Aim of the exercise =>
Read the data, and whenever a line holds the word "usableInExpressions", report that line.

[Stored data entries]

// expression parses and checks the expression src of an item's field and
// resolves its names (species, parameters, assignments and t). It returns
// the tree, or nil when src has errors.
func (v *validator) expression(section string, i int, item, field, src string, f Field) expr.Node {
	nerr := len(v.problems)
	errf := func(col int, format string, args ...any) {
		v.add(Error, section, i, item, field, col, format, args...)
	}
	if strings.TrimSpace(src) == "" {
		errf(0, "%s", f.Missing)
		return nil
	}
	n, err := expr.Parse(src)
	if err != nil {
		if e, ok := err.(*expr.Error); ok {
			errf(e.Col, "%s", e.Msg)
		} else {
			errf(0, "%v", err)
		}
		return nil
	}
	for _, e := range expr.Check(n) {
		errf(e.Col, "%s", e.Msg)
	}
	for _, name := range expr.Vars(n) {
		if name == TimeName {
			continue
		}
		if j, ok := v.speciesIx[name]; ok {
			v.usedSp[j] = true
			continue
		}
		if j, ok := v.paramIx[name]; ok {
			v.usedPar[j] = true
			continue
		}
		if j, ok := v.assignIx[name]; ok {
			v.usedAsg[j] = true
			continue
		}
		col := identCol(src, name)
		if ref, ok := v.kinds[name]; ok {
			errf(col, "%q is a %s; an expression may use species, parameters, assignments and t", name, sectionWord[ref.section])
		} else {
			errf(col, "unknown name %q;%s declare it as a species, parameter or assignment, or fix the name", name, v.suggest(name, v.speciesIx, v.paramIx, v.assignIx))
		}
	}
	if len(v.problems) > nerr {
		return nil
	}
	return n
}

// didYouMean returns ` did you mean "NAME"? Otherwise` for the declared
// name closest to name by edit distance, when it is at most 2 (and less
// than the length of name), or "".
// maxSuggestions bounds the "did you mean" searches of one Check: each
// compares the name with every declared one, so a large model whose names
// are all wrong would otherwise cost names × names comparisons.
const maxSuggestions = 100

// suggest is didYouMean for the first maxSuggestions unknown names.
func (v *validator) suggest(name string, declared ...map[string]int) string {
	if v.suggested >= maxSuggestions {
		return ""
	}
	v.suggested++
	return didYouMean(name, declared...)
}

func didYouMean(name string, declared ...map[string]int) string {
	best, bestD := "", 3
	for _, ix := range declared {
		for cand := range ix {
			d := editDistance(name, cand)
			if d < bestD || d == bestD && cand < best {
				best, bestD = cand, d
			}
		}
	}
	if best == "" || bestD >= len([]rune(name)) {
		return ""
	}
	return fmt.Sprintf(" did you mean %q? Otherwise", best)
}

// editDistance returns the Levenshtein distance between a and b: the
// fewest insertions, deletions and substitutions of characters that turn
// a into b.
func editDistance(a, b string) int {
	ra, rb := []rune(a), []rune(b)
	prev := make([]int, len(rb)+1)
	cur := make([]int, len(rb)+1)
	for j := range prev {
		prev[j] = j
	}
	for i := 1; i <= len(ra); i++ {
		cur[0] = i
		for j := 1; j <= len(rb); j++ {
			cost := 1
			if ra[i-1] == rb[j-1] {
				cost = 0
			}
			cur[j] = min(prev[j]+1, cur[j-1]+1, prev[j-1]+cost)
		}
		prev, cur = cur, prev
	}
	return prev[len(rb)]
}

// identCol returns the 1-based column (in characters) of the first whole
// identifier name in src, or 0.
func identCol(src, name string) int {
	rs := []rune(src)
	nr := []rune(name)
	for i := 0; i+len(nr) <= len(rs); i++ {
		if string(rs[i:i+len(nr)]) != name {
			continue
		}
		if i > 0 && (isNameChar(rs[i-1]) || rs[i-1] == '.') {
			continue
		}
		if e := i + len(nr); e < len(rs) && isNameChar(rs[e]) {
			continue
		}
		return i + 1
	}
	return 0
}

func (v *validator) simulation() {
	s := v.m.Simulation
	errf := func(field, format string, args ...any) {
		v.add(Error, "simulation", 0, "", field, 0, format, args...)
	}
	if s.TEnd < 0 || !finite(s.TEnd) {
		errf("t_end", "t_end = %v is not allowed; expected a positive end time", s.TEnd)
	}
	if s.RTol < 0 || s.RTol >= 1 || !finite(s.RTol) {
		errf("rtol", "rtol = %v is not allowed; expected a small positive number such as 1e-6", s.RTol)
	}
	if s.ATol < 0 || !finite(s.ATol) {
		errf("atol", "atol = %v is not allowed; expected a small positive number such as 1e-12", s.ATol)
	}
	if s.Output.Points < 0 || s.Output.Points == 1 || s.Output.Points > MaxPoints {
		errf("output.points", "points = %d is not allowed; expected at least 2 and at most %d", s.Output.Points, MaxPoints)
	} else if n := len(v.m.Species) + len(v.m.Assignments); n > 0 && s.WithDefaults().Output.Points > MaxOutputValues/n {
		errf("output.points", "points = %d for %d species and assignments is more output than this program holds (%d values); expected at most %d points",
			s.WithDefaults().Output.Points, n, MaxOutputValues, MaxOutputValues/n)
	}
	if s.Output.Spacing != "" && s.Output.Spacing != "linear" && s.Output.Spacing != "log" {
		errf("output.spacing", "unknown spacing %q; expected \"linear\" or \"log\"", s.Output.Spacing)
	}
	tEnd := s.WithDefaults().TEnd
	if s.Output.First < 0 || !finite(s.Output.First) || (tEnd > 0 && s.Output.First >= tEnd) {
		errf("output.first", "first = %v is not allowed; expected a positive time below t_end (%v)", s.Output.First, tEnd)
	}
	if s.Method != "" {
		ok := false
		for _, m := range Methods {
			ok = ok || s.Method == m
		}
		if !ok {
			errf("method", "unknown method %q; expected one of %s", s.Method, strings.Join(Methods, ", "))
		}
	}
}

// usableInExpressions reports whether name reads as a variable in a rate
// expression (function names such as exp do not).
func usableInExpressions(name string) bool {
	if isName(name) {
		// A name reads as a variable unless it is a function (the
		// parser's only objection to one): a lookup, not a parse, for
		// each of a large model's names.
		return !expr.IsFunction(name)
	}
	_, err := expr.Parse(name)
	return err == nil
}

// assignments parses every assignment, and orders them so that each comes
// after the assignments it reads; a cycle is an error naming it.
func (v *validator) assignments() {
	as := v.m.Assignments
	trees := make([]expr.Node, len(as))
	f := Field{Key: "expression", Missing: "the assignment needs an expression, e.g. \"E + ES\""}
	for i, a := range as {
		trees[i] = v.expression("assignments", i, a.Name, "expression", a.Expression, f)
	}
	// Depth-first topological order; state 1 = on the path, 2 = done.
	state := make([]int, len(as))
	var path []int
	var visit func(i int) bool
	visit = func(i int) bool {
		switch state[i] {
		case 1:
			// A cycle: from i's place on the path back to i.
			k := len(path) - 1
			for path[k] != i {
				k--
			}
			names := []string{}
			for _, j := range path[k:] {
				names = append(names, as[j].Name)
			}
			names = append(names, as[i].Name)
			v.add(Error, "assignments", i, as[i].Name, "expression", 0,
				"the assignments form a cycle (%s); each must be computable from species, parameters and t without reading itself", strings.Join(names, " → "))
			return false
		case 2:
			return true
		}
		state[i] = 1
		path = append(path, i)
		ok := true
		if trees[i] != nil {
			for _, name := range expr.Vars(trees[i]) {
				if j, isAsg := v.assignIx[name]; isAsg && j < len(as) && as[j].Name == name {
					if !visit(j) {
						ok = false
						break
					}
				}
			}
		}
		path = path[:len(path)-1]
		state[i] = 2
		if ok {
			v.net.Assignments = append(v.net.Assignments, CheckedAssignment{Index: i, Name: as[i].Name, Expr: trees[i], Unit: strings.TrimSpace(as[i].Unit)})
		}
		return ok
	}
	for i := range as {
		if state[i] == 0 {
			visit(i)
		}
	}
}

...

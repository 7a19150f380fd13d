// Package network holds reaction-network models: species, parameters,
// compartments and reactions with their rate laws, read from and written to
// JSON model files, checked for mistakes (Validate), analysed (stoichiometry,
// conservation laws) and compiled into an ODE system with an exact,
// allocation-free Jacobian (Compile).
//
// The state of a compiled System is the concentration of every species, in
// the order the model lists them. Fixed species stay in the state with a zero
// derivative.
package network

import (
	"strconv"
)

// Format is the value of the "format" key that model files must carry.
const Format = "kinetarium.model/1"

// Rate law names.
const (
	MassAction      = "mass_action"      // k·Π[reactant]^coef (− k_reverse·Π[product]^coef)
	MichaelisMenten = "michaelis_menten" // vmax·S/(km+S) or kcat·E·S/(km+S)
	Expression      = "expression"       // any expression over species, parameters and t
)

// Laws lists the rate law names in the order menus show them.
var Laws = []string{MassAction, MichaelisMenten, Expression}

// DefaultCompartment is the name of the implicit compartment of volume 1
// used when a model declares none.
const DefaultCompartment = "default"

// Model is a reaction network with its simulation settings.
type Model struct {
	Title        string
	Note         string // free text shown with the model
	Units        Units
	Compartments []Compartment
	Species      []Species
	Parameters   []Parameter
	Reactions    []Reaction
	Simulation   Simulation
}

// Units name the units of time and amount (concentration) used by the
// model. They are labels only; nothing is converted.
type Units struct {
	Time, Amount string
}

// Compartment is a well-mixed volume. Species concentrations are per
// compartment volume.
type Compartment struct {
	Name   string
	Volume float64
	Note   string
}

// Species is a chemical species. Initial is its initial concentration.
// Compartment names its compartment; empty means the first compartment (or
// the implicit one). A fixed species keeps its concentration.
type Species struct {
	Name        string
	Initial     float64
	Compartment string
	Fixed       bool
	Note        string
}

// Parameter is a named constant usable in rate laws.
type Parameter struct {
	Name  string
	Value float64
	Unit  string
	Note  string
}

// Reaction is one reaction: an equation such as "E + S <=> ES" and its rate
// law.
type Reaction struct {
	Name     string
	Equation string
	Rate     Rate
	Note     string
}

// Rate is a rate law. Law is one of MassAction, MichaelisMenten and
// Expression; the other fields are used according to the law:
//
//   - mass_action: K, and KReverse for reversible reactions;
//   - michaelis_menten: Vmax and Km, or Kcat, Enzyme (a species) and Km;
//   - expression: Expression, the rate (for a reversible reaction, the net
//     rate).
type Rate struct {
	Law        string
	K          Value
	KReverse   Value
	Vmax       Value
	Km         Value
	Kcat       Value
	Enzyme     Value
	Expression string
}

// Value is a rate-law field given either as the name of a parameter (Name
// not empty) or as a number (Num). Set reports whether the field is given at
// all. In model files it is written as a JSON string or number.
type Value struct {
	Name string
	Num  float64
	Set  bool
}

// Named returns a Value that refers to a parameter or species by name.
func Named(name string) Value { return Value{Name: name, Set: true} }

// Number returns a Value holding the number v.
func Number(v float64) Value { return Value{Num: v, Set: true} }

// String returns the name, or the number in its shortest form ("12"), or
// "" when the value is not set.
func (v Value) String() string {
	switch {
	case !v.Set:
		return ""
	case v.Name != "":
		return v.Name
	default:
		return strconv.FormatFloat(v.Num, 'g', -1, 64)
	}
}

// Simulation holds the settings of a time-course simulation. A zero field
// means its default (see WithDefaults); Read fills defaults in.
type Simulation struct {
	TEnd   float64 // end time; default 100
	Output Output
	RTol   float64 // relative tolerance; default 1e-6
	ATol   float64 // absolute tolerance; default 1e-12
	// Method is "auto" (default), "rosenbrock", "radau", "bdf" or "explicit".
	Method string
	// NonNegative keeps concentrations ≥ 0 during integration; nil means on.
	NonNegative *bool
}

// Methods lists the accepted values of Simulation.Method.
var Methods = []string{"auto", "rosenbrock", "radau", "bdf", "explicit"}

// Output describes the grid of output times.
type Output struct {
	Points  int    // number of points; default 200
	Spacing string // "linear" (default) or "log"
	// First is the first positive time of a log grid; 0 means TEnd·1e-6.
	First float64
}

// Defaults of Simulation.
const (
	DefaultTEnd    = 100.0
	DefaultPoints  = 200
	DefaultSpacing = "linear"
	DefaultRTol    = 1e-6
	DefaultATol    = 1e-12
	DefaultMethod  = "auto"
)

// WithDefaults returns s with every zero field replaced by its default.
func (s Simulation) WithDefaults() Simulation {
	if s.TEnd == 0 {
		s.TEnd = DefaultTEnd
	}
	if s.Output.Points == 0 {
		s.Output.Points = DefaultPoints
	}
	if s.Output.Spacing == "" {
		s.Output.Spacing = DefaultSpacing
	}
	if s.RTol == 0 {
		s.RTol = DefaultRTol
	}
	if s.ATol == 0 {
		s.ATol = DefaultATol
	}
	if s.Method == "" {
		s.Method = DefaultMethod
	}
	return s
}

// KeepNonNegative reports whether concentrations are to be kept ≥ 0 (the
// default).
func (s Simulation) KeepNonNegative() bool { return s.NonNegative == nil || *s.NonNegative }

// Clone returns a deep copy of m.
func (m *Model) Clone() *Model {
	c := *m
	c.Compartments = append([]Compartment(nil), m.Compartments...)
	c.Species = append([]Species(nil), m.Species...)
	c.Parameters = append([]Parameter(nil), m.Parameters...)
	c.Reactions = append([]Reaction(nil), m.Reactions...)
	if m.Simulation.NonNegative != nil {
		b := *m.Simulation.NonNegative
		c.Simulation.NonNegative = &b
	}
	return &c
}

Task answer =>
// usableInExpressions reports whether name reads as a variable in a rate
func usableInExpressions(name string) bool {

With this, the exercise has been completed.